A study by Kantar when they did the study on how the brands will behave, did the research on how the brands responded during Wuhan and they categorized into 4 different groups of categories.
First is Grow categories which will benefit from COVID, Essentials which will be no profit no loss, no change much and they will have a U shaped or V-shaped recovery or steep recovery. And gradual recovery, products like cheese are benefiting from COVID. Because it is a 2000 crore category out of which 1200 is an institutional category an 800 is retail cheese.
1200 which is institutional is the one when you order from a dominoes or a pizza hut. Retail cheese is the blocker cheese that you find on shelf and consumers eating habit for this is not changing. They are eating 4 pizzas in a month in the past as well, these 4 pizzas used to be ordered from outside. Now all 4 of them are being made at home. So retail is benefiting and has increased.
Grow categories, in-home cooking and in-home consumption categories will benefit. Then there will be a lot of movement from unbranded to branded stuff as we do not want to buy the loose Maida or curd or paneer, etc. As there is more focus on hygiene, brands like Reckitt is benefiting, these are all pro categories that will benefit from COVID and after that as well.
Essential categories like soaps or Atta or rice, Maida, etc saw a spike at the start of COVID as people were hoarding it. Because of filling up that stock, the demand will fall for a couple of months, and then it will stabilize as people can’t live without it. These items fall in the categories which will neither win nor lose. Then there are categories that will have a gradual recovery and a steep recovery. A gradual recovery is the milkshakes and curd and the reason is when people were stocking up all the Daal they did not feel the need for milkshakes then, but as they feel safe they will start consuming milkshakes a month if they used to have it earlier.
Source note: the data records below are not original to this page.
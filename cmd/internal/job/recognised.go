package job

import (
	"fmt"
	"io"
	"maps"
	"slices"
	"strings"

	"gatesill/acquire/table"
	"gatesill/report"
)

// recognised tells what a file was taken for: dialect, columns with units,
// circuit, devices, rows, what was refused and why.
//
// like names the file before that was read in the same way, "" for none: then
// only what differs is told.
func recognised(w io.Writer, f *table.File, sweeps []table.Sweep, left map[string]int, like string) error {
	var b strings.Builder
	line := func(label, format string, args ...any) {
		fmt.Fprintf(&b, "  %-10s %s\n", label, report.Clean(fmt.Sprintf(format, args...)))
	}
	devices, points := map[string]bool{}, 0
	for i := range sweeps {
		devices[sweeps[i].Device] = true
		points += sweeps[i].Len()
	}
	what := fmt.Sprintf("%d, in %s of %s", len(devices), count(len(sweeps), "sweep"), count(points, "point"))
	rows := fmt.Sprintf("%d, of them %d refused", f.Rows, f.Refused)
	if like != "" {
		fmt.Fprintf(&b, "%s: read like %s; devices %s; rows %s\n", report.Clean(f.Name), report.Clean(like), what, rows)
	} else {
		fmt.Fprintf(&b, "%s\n", report.Clean(f.Name))
		dialect(line, f, sweeps)
		line("devices", "%s", what)
		line("rows", "%s", rows)
	}
	if f.States > 0 {
		line("", "%s without a number (over range or empty), kept as such", count(f.States, "cell"))
	}
	for _, r := range f.Refusals {
		line("refused", "%s:%d: %s: %s", f.Name, r.Line, r.Reason, r.Text)
	}
	if more := f.Refused - len(f.Refusals); more > 0 {
		line("", "and %d more", more)
	}
	for _, l := range slices.Sorted(maps.Keys(left)) {
		line("left", "%s of lot %s: gatesill import %s ... takes them", count(left[l], "sweep"), l, Quote(l))
	}
	_, err := io.WriteString(w, b.String())
	return err
}

// sameReading is equal for files that were read in the same way.
func sameReading(f *table.File, sweeps []table.Sweep) string {
	var b strings.Builder
	dialect(func(label, format string, args ...any) { fmt.Fprintf(&b, label+format, args...) }, f, sweeps)
	return b.String()
}

// dialect tells how the text was read and what the conditions are.
func dialect(line func(label, format string, args ...any), f *table.File, sweeps []table.Sweep) {
	d := f.Dialect
	header := fmt.Sprintf("header in line %d", d.Header)
	if d.Header == 0 {
		header = "no header"
	}
	if d.UnitLine > 0 {
		header += fmt.Sprintf(", units in line %d", d.UnitLine)
	}
	if d.Comments > 0 {
		header += ", " + count(d.Comments, "comment line")
	}
	line("text", "%s, delimiter %s, decimal %s, %s", d.Encoding, d.Delimiter, d.Decimal, header)
	line("layout", "%s", f.Layout)
	for _, c := range columnsShown(d.Columns) {
		line("column", "%s", c)
	}
	line("circuit", "%s", circuits(sweeps))
	for _, n := range f.Proposed {
		line("comment", "%s", n)
	}
	for _, n := range d.Notes {
		line("note", "%s", n)
	}
}

// columnsShown describes the columns; of a wide table the first and the last of
// the many.
func columnsShown(cs []table.ColumnFound) []string {
	const most = 12
	var out []string
	for i, c := range cs {
		if len(cs) > most && i == most/2 {
			out = append(out, fmt.Sprintf("... and %d more ...", len(cs)-most))
		}
		if len(cs) > most && i >= most/2 && i < len(cs)-most/2 {
			continue
		}
		text := fmt.Sprintf("%d %q: %s", c.Number, c.Header, c.As)
		switch {
		case strings.HasPrefix(c.Unit, "in "): // unit in the cells
			text += ", unit " + c.Unit
		case c.Unit != "":
			text += " in " + c.Unit
		}
		if c.How != "" && c.How != "header" {
			text += ", by " + c.How
		}
		out = append(out, text)
	}
	return out
}

// circuits lists the circuits of the sweeps with their numbers.
func circuits(sweeps []table.Sweep) string {
	seen := map[string]bool{}
	for i := range sweeps {
		c := &sweeps[i].Condition
		name := report.CircuitWords(c.Circuit)
		if name == "" {
			name = report.NotGiven
		}
		text := strings.Join(append([]string{name}, report.ConditionWords(*c)...), ", ")
		seen[text] = true
	}
	all := slices.Sorted(maps.Keys(seen))
	if len(all) > 3 {
		return fmt.Sprintf("%s; and %d others", strings.Join(all[:2], "; "), len(all)-2)
	}
	return strings.Join(all, "; ")
}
These all will have a V-shaped or sharp recovery so in 2 to 3 months’ time most of these brands will come back. Then we have the U-shaped recovery which will be the worst hit categories they are pure discretionary space like the iPhones, chocolates, candies, etc. when we use them only to treat ourselves. These are the categories that are going to struggle as I don’t need the feel to go out and eat an Rs2000 popcorn.
Que-7 Any advice you would want to give to new graduates or people early in their careers who would want to move to FMCG, what should they prepare for?
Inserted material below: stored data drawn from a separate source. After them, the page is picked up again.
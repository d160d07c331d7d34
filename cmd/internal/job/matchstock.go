package job

import (
	"context"
	"fmt"
	"math"
	"slices"
	"strings"
	"time"

	"gatesill/fit"
	"gatesill/fit/compare"
	"gatesill/fit/match"
	"gatesill/report"
	"gatesill/store/record"
)

// stock is the devices that are offered for matching.
type stock struct {
	sheets  []*report.Sheet
	members []match.Member
	ids     []string // of the devices, by member
	opt     match.Options
	notes   []fit.Warning
	vdsFrom string
}

// stockOf reads and fits the lots at the currents of the first, refuses those that
// were not measured alike, and gathers their devices.
func (e *Env) stockOf(ctx context.Context, lots []string, rq MatchRequest) (*stock, error) {
	ref, err := e.matchSheet(ctx, lots[0], rq)
	if err != nil {
		return nil, err
	}
	st := &stock{sheets: []*report.Sheet{ref}}
	if err := st.options(e, rq); err != nil {
		return nil, err
	}
	for _, name := range lots[1:] {
		s, err := e.candidateSheet(ctx, ref, name, SheetOptions{})
		if err != nil {
			return nil, err
		}
		notes, why, err := st.joins(&s)
		if err != nil {
			return nil, err
		}
		if why != "" {
			return nil, failed("gatesill sweep measures one of them again as the other was; match them one by one, or leave one out", "lots %q and %q: %s; their devices cannot be held against each other", ref.Lot.Name, name, why)
		}
		st.sheets = append(st.sheets, &s)
		for _, w := range notes {
			st.note(w)
		}
	}
	st.gather(rq)
	st.dissipation(rq)
	st.doubts()
	return st, nil
}

// matchSheet fits the first lot, at the current asked for.
func (e *Env) matchSheet(ctx context.Context, name string, rq MatchRequest) (*report.Sheet, error) {
	var o SheetOptions
	if len(rq.By) > 0 && rq.By[0] == "vgsth" {
		o.At = rq.At
	} else {
		o.Idle = rq.At
	}
	s, err := e.Sheet(ctx, name, o)
	return &s, err
}

// options settles what devices are matched by.
func (st *stock) options(e *Env, rq MatchRequest) error {
	ref := st.sheets[0]
	first := ref.SortedBy
	if rq.At.IsKnown() {
		first = fit.KeyVgsIdle
	}
	by, err := rq.criteria(e, first)
	if err != nil {
		return err
	}
	for _, c := range by {
		if (c.Key == fit.KeyVgsIdle || c.Key == fit.KeyGmIdle) && math.IsNaN(ref.IdleCurrent) {
			return failed("--at 250mA, or gatesill lot edit "+Quote(ref.Lot.Name)+" --idle-current 250mA", "lot %q has no idle current to match at", ref.Lot.Name)
		}
	}
	if len(ref.Devices) == 0 {
		return failed("gatesill import "+Quote(ref.Lot.Name)+" FILE", "lot %q has no devices yet", ref.Lot.Name)
	}
	st.opt = match.Options{
		Size: rq.Size, By: by, Aim: match.Aim(rq.Aim), Sets: rq.Sets, At: ref.IdleCurrent, TestCurrent: ref.TestCurrent,
		SourceResistor: rq.SourceResistor.Or(0), Vds: math.NaN(), TimeLimit: defaultTimeLimit,
	}
	if rq.Sets > 0 {
		st.opt.Aim = match.Best
	}
	if rq.Aim == "most" && by[0].Within == 0 {
		return Usage("--within 10mV", "--aim most: as many sets as possible within which tolerance?")
	}
	if x, ok := rq.TimeLimit.Get(); ok {
		st.opt.TimeLimit = time.Duration(x * float64(time.Second))
	}
	if math.IsNaN(ref.IdleCurrent) && by[0].Key == fit.KeyVgsth {
		st.opt.At = ref.TestCurrent // what the readings are of is what the devices are to carry
	}
	st.opt.From, st.opt.To, err = rq.currentsOf(by)
	return err
}

// defaultTimeLimit of the search.
const defaultTimeLimit = 30 * time.Second

// joins says why a lot cannot be matched with the ones before it; "" where it can,
// with what is in doubt. An n-channel and a p-channel part make complementary sets;
// more than one part of a channel is refused.
func (st *stock) joins(s *report.Sheet) (notes []fit.Warning, why string, err error) {
	for _, other := range st.sheets {
		if other.Part.Channel != s.Part.Channel {
			continue
		}
		notes, err = alikeParts(other, s)
		if err != nil {
			return nil, err.Error(), nil
		}
		break
	}
	differ, doubts := unlikeLots(st.sheets[0], s, leading(st.opt.By), false)
	if differ != nil {
		var words []string
		for _, d := range differ {
			words = append(words, fmt.Sprintf("%s %s against %s", d.what, d.ref, d.cand))
		}
		return nil, "not measured alike (" + strings.Join(words, "; ") + ")", nil
	}
	for _, w := range doubts {
		w.Text = strings.ReplaceAll(w.Text, "; --tempco takes it off", "")
		notes = append(notes, w)
	}
	return notes, "", nil
}

// gather makes members of the devices of all lots.
func (st *stock) gather(rq MatchRequest) {
	for _, s := range st.sheets {
		digits, in, of := lastDigitsOf(s), s.InSet(), newSittings(s)
		moved := 0
		for i := range s.Devices {
			d := &s.Devices[i]
			m := match.Member{
				Name: d.Name, Lot: s.Lot.Name, Package: d.Package, Side: d.Side, DateCode: first(d.DateCode, s.Lot.DateCode),
				PChannel: s.Part.Channel == record.PChannel, Out: keptBack(d, of), Step: displayStep(d, digits), Result: d.Result,
			}
			if set := in[d.ID]; set != nil {
				m.Locked = report.SetWords(set)
			}
			if g, ok := rq.Gm.Get(); ok && !m.Result.GmIdle.Ok() {
				m.Result.GmIdle = fit.None()
				m.Result.GmIdle.Value = g
			}
			if m.Out == "" && d.Result.Has(fit.CodeSweepsDisagree) {
				moved++
			}
			st.members, st.ids = append(st.members, m), append(st.ids, d.ID)
		}
		if moved > 0 {
			st.note(fit.Warning{Code: fit.CodeSweepsDisagree, Text: fmt.Sprintf(
				"of %s of lot %s the sweeps of different dates disagree, and the first up sweep counts; gatesill gauge tells whether all moved together", count(moved, "device"), s.Lot.Name)})
		}
	}
}

// unsettled are the warnings by which the value of a device may be that of the
// moment only.
var unsettled = []struct{ code, why string }{
	{fit.CodeHeating, "it had not settled: it warmed up or drifted while it was measured"},
	{fit.CodeOscillation, "it oscillated while it was measured"},
	{fit.CodeCurrentMismatch, "its current and the load resistor disagree"},
	{fit.CodePrefixLost, "its current was read with the wrong prefix"},
}

// keptBack says why a device is not given out whatever it is matched by; "" where
// it is. Those without a value, and those that leak, the matching itself leaves out.
func keptBack(d *report.Device, of sittings) string {
	switch {
	case d.Role == record.Control:
		return "control part, kept for checking the bench"
	case d.State() == fit.Excluded:
		return "excluded" + map[bool]string{true: ": " + d.Device.Why}[d.Device.Why != ""]
	case len(d.Sweeps) == 0:
		return "not measured"
	}
	for _, u := range unsettled {
		if d.Result.Has(u.code) {
			return u.why
		}
	}
	if d.Result.Has(fit.CodeSweepsDisagree) && !severalDates(d, of) {
		return "its sweeps disagree"
	}
	return ""
}

// severalDates reports whether a device was measured in several sessions, or on
// several days: then its sweeps may differ by what the bench and the room did.
func severalDates(d *report.Device, of sittings) bool {
	all := of.of(d)
	return slices.ContainsFunc(all, func(s compare.Sitting) bool { return s.Session != all[0].Session })
}

// displayStep is the coarsest last digit in which the gate voltages of a device were
// written, V; 0: not known.
func displayStep(d *report.Device, digits lastDigits) float64 {
	step := 0.0
	for i := range d.Sweeps {
		if sw := &d.Sweeps[i]; !sw.Excluded {
			step = max(step, digits[digitKey{sw.SourceID, record.VG}])
		}
	}
	return step
}

// dissipation settles the drain voltage that goes with the power of a device: the
// one given, else that of the readings where all lots agree on it.
func (st *stock) dissipation(rq MatchRequest) {
	if v, ok := rq.Vds.Get(); ok {
		st.opt.Vds, st.vdsFrom = v, "as given"
		return
	}
	var all []float64
	for _, s := range st.sheets {
		counted(s, func(sw *report.Sweep) { all = append(all, drainAt(sw, st.opt.At)) })
	}
	if all = slices.DeleteFunc(all, math.IsNaN); len(all) == 0 {
		return
	}
	if m := median(all); all[len(all)-1]-all[0] <= otherDrain*m {
		st.opt.Vds, st.vdsFrom = m, "the V_DS of the readings"
	}
}

// note adds a warning, once.
func (st *stock) note(w fit.Warning) {
	if !slices.Contains(st.notes, w) {
		st.notes = append(st.notes, w)
	}
}

// ofLots adds what there is to say of the lots themselves: sweeps taken under unlike
// conditions, and two populations, whose devices may agree in one number only.
func (st *stock) ofLots() {
	for _, s := range st.sheets {
		if w, ok := unlike(s); ok && len(st.sheets) == 1 { // of several it is told where they are held together
			st.note(w)
		}
		if by := st.opt.By; s.Spread.Populations > 1 && len(by) == 1 && by[0].Key != match.KeyCurve {
			st.note(fit.Warning{Code: fit.CodeTwoPopulations, Text: fmt.Sprintf(
				"lot %s holds two populations: devices of both may read alike at one current and differ at every other; --by vgs-idle,gm-idle or --by curve keeps them apart", s.Lot.Name)})
		}
	}
}

// doubts adds what the differences between devices hold besides the devices.
func (st *stock) doubts() {
	st.ofLots()
	names := map[string]bool{}
	metersSeen := map[string]bool{}
	var lots []string
	var between []float64
	k := 0
	for _, s := range st.sheets {
		of := newSittings(s)
		own := map[string]bool{}
		for i := range s.Devices {
			d := &s.Devices[i]
			if m := &st.members[k+i]; m.Out != "" || m.Locked != "" {
				continue
			}
			for _, sit := range of.of(d) {
				// Files of one lot are no sittings: a curve file may be one device.
				if len(st.sheets) > 1 || !strings.HasPrefix(sit.Session, "file\x1f") {
					own[sit.Session], metersSeen[sit.Meters] = true, true
				}
			}
			if q := d.Result.At(leading(st.opt.By)); q.Ok() && q.UBetween > 0 {
				between = append(between, q.UBetween)
			}
		}
		k += len(s.Devices)
		lots = append(lots, s.Lot.Name)
		for n := range own {
			names[n] = true
		}
	}
	if len(names) > 1 {
		text := "the devices were measured in several sessions"
		if len(lots) > 1 {
			text = "lots " + strings.Join(lots, " and ") + " were not measured in one session"
		}
		if len(metersSeen) > 1 {
			text += ", nor with the same meters"
		}
		text += ": what the devices of a session share (offsets of the meters, temperature) enters the difference between devices of two"
		switch {
		case len(between) == 0:
			text += "; by how much is not known"
		case len(lots) > 1:
			text += ", by about " + report.FormatTwoDigits(median(between), "V") + " each, which alike counts between devices of two lots"
		default:
			text += ", by about " + report.FormatTwoDigits(median(between), "V") + " each, which alike does not count"
		}
		st.note(fit.Warning{Code: fit.CodeOtherSession, Text: text})
	}
}

// enough refuses a stock from which not even one set can be given, with what the
// devices are kept back for.
func (st *stock) enough() error {
	free, locked, out := 0, 0, 0
	for i := range st.members {
		switch m := &st.members[i]; {
		case m.Locked != "":
			locked++
		case m.Out != "" || m.Result.State != fit.Measured && m.Result.State != fit.Above:
			out++
		default:
			free++
		}
	}
	if free >= st.opt.Size {
		return nil
	}
	hint := "gatesill fit " + Quote(st.sheets[0].Lot.Name) + " shows them; --size 2 makes the smallest sets"
	if locked >= st.opt.Size-free && locked > 0 {
		hint = "gatesill set list shows the sets; gatesill set release SET --reason WORDS gives devices free"
	}
	return failed(hint, "%d of %s can be given out, and a set takes %d: %d are in locked sets, %d kept back or without a value",
		free, count(len(st.members), "device"), st.opt.Size, locked, out)
}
If you understand the fundamentals of consumer behavior then it is a great place for a marketer to be in. It’s like matching the money in your bank. FMCG is the bedrock for most marketers. And as you invest 15 to 20 years, you can withdraw the fixed deposit later on in life.
Then you can choose to be in your own field be it alcohol or apparel or mobile phones. The experience will make you really sound in your consumer thinking. An then you can apply that in whichever category that you’re working. 5 to 7 years down the line you can even go for Google, as 5 to 7 years in FMCG, you get to understand the crux of consumer behavior.
It is a great place to look forward to. All you have to understand is what you really like to do, if you like to understand consumers culture then FMCG is a great place to be.